Like any good, rejuvenating sun-downer, tea too has several names. In fact, many too many.

Camellia Sinensis - the plant whose leaves and leaf buds are used to produce tea – yields numerous varieties. The most common is Black Tea, made from fermented leaves.

In India the three most common teas are Assam tea, Darjeeling tea and Nilgiri tea and fifty blends thereof. Now they have brands like masala tea and badam tea made from semi-fermented leaves.

Have you tried white tea? It is a product of the early buds of tea plants. It’s the rarest and most expensive of the regular teas. As a result of the short oxidation, white tea contains the most health benefits of any tea.

Then there’re Flavored Teas, the most famous of which is Earl Grey Tea, named after its inventor, Charles Earl Grey. The flavoring of Earl Grey Tea comes from the Bergamot plant, which is a citrus grown plant in the Mediterranean.

Then there’s the famous English Breakfast tea and its rival Irish Breakfast tea.

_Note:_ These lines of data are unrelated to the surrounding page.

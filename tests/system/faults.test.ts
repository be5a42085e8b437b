import { SMTPServer } from "smtp-server";
import { afterAll, beforeAll, describe, expect, it } from "vitest";

import {
  call,
  freshDatabase,
  postgresCtl,
  signInAt,
  sqlFor,
  startApp,
  type App,
} from "../helpers/system";

let app: App;
let sql: ReturnType<typeof sqlFor>;
let cookie: string;
const PORT = 3204;
const SMTP_PORT = 2598; // nothing listens here until the mail test starts a server
const BUILD = "10000000-0000-4000-8000-000000000002";
beforeAll(async () => {
  sql = sqlFor(freshDatabase());
  app = await startApp(PORT, { SMTP_URL: `smtp://127.0.0.1:${SMTP_PORT}` });
  cookie = (await signInAt(app.url, "owner@demo.fuelwright.test")).cookie;
}, 120_000);
afterAll(async () => {
  await app?.stop();
  await sql?.end();
});

const api = (method: string, path: string, body?: unknown) =>
  call(app.url, cookie, method, path, body);

describe("lost updates", () => {
  it("concurrent edits of one build: exactly one wins each round, and no acknowledged save is lost", async () => {
    const acked: { version: number; note: string }[] = [];
    for (let round = 0; round < 5; round++) {
      const cur = await api("GET", `/api/v1/builds/${BUILD}`);
      const results = await Promise.all(
        Array.from({ length: 6 }, (_, i) =>
          api("PATCH", `/api/v1/builds/${BUILD}`, {
            version: cur.json.build.version,
            // Each editor changes the title: a save that changes nothing writes nothing.
            title: `round ${round} editor ${i}`,
            note: `round ${round} editor ${i}`,
            inputs: cur.json.build.inputs,
          }).then((r) => ({ r, note: `round ${round} editor ${i}` })),
        ),
      );
      const ok = results.filter((x) => x.r.status === 200);
      expect(ok, `round ${round}`).toHaveLength(1);
      expect(results.filter((x) => x.r.status === 409)).toHaveLength(5);
      acked.push({ version: ok[0]!.r.json.build.version, note: ok[0]!.note });
    }
    for (const a of acked) {
      const [rev] =
        await sql`select note from build_revisions where build_id = ${BUILD} and version = ${a.version}`;
      expect(rev?.note, `version ${a.version}`).toBe(a.note);
    }
  });

  it("saves with the app killed (SIGKILL) mid-way and restarted: every acknowledged save is there, versions match revisions", async () => {
    const acked: { version: number; note: string }[] = [];
    let version = (await api("GET", `/api/v1/builds/${BUILD}`)).json.build.version as number;
    const inputs = (await api("GET", `/api/v1/builds/${BUILD}`)).json.build.inputs;
    let kills = 0;
    for (let i = 0; i < 45; i++) {
      const note = `kill loop save ${i}`;
      const pending = api("PATCH", `/api/v1/builds/${BUILD}`, {
        version,
        title: note,
        note,
        inputs,
      }).then(
        (r) => r,
        () => null, // the connection died with the process: not acknowledged
      );
      if (i % 15 === 7) {
        // Kill while the save is in flight, somewhere between arrival and commit.
        await new Promise((r) => setTimeout(r, Math.floor(Math.random() * 15)));
        await app.kill9();
        kills++;
        const r = await pending;
        if (r?.status === 200) acked.push({ version: r.json.build.version, note });
        app = await startApp(PORT, { SMTP_URL: `smtp://127.0.0.1:${SMTP_PORT}` });
        version = (await api("GET", `/api/v1/builds/${BUILD}`)).json.build.version;
        continue;
      }
      const r = await pending;
      expect(r?.status, note).toBe(200);
      acked.push({ version: r!.json.build.version, note });
      version = r!.json.build.version;
    }
    expect(kills).toBe(3);
    for (const a of acked) {
      const [rev] =
        await sql`select note from build_revisions where build_id = ${BUILD} and version = ${a.version}`;
      expect(rev?.note, `acknowledged version ${a.version}`).toBe(a.note);
    }
    const mismatched =
      await sql`select b.id, b.version, max(r.version) as newest from builds b join build_revisions r on r.build_id = b.id group by b.id, b.version having b.version <> max(r.version)`;
    expect(mismatched).toEqual([]);
  }, 180_000);
});

describe("the database goes away", () => {
  it("requests meanwhile get a clean 503 (JSON for the API, a page for browsers), and the app recovers by itself", async () => {
    const before = await api("GET", "/api/v1/builds");
    expect(before.status, before.text.slice(0, 300)).toBe(200);
    postgresCtl("stop");
    try {
      await new Promise((r) => setTimeout(r, 1200)); // past the page probe's one-second memory
      const json = await api("GET", "/api/v1/builds");
      expect(json.status).toBe(503);
      expect(json.json.error.code).toBe("unavailable");
      expect(json.headers.get("retry-after")).toBeTruthy();
      const page = await api("GET", "/builds");
      expect(page.status).toBe(503);
      expect(page.headers.get("content-type")).toMatch(/text\/html/);
      expect(page.text).toContain("Back in a moment");
      const calc = await api("POST", "/api/v1/calc/blend", {});
      expect(calc.status).toBeLessThan(500 + 4); // 503 or a 4xx, never a 500
      expect(calc.status).not.toBe(500);
    } finally {
      postgresCtl("start");
    }
    const end = Date.now() + 30_000;
    let status = 0;
    while (Date.now() < end) {
      status = (await api("GET", "/api/v1/builds")).status;
      if (status === 200) break;
      await new Promise((r) => setTimeout(r, 250));
    }
    expect(status).toBe(200);
    await expect
      .poll(async () => (await api("GET", "/builds")).status, { timeout: 10_000, interval: 200 })
      .toBe(200);
  }, 90_000);
});

describe("mail faults", () => {
  it("with the mail server down a quote stays unsent with a clear message; the retry sends it", async () => {
    const q = await api("POST", "/api/v1/quotes", { buildId: BUILD });
    expect(q.status).toBe(201);
    const id = q.json.quote.id;
    const [part] =
      await sql`select id, sku, name, price_minor from parts where shop_id = 'demo-shop-ridgeback' and category = 'injector' limit 1`;
    const cur = await api("GET", `/api/v1/quotes/${id}`);
    const lines = [
      {
        kind: "part",
        partId: part!.id,
        sku: part!.sku,
        description: part!.name,
        quantityMilli: 6000,
        unitPriceMinor: part!.price_minor,
      },
    ];
    const upd = await api("PATCH", `/api/v1/quotes/${id}`, {
      version: cur.json.quote.version,
      validUntil: "2099-01-31",
      lines,
    });
    expect(upd.status, upd.text).toBe(200);

    const down = await api("POST", `/api/v1/quotes/${id}/send`);
    expect(down.status).toBe(502);
    expect(down.json.error.message).toMatch(/not sent.*try again/i);
    expect((await api("GET", `/api/v1/quotes/${id}`)).json.quote.status).toBe("draft");

    const received: string[] = [];
    const smtp = new SMTPServer({
      authOptional: true,
      disabledCommands: ["STARTTLS"],
      onData(stream, _s, done) {
        stream.on("data", (c) => received.push(String(c)));
        stream.on("end", () => done());
      },
    });
    await new Promise<void>((r) => smtp.listen(SMTP_PORT, "127.0.0.1", r));
    try {
      const retry = await api("POST", `/api/v1/quotes/${id}/send`);
      expect(retry.status, retry.text).toBe(200);
      expect((await api("GET", `/api/v1/quotes/${id}`)).json.quote.status).toBe("sent");
      expect(received.join("")).toMatch(/quote/i);
    } finally {
      await new Promise<void>((r) => smtp.close(() => r()));
    }
  });
});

And about herbal teas some other day. Let me assure my readers I’m not an adviser to Tea Board. I’m a plain, simple tea lover.

Will Drop in the Evening

At the graduate school I opted for a course in Japanese history. Our teacher was on secondment from Tokyo Imperial University. On the eve of his departure we arranged a farewell for him. One of us ventured to ask: “Enoki-san – that was his name – what is your most significant impression of India as you leave the country after three years?” As a good polite Japanese he gave the question some serious thought before venturing his reply. I was sure he would say: the priceless legacy of India’s spiritual values.

I was, therefore shocked, when he replied: “Everyone in India I see wears a wrist watch.” So, what about it, I thought. Prof Enoki added after a pause: “But I find no one is punctual.” Probably he was referring to all of us, his students, who attended his seminars.

Why are we Indians notoriously unpunctual? What does time mean to us: a ceaseless continuum or a structured arrangement? Give it a thought. I’ll return to it next time

Think it Through

A secret may be sometimes best kept by keeping the secret of its being a secret, said Sir Henry Taylor, the nineteenth century British dramatist.

Do try to sell this gem to your best lady friend. If you succeed you’ve achieved something.